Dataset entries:
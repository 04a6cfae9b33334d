/** Source: WCAG 2.1, success criterion 1.4.3 (contrast of at least 4.5:1), and its relative-luminance formula. */
import { describe, expect, it } from 'vitest';
import { POSITION_STYLE } from './activity-words';

function luminance(hex: string): number {
  const [r, g, b] = [1, 3, 5].map((i) => parseInt(hex.slice(i, i + 2), 16) / 255);
  const f = (c: number) => (c <= 0.03928 ? c / 12.92 : ((c + 0.055) / 1.055) ** 2.4);
  return 0.2126 * f(r) + 0.7152 * f(g) + 0.0722 * f(b);
}

function contrast(a: string, b: string): number {
  const [hi, lo] = [luminance(a), luminance(b)].sort((x, y) => y - x);
  return (hi + 0.05) / (lo + 0.05);
}

describe('diagram colours', () => {
  it('every player circle’s number reads at 4.5:1 or better against its fill', () => {
    for (const [role, style] of Object.entries(POSITION_STYLE)) {
      expect(contrast(style.fill, style.text), role).toBeGreaterThanOrEqual(4.5);
    }
  });

  it('white on black is 21:1 and equal colours 1:1, as the formula gives', () => {
    expect(contrast('#ffffff', '#000000')).toBeCloseTo(21, 5);
    expect(contrast('#777777', '#777777')).toBe(1);
  });
});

DIRECTIONS: Make an exact transcription of all the records.

EXPECTED ANSWER:
repository 04a6cfae9b33334d
/** Source: WCAG 2.1, success criterion 1.4.3 (contrast of at least 4.5:1), and its relative-luminance formula. */
import { describe, expect, it } from 'vitest';
import { POSITION_STYLE } from './activity-words';

function luminance(hex: string): number {
  const [r, g, b] = [1, 3, 5].map((i) => parseInt(hex.slice(i, i + 2), 16) / 255);
  const f = (c: number) => (c <= 0.03928 ? c / 12.92 : ((c + 0.055) / 1.055) ** 2.4);
  return 0.2126 * f(r) + 0.7152 * f(g) + 0.0722 * f(b);
}

function contrast(a: string, b: string): number {
  const [hi, lo] = [luminance(a), luminance(b)].sort((x, y) => y - x);
  return (hi + 0.05) / (lo + 0.05);
}

describe('diagram colours', () => {
  it('every player circle’s number reads at 4.5:1 or better against its fill', () => {
    for (const [role, style] of Object.entries(POSITION_STYLE)) {
      expect(contrast(style.fill, style.text), role).toBeGreaterThanOrEqual(4.5);
    }
  });

  it('white on black is 21:1 and equal colours 1:1, as the formula gives', () => {
    expect(contrast('#ffffff', '#000000')).toBeCloseTo(21, 5);
    expect(contrast('#777777', '#777777')).toBe(1);
  });
});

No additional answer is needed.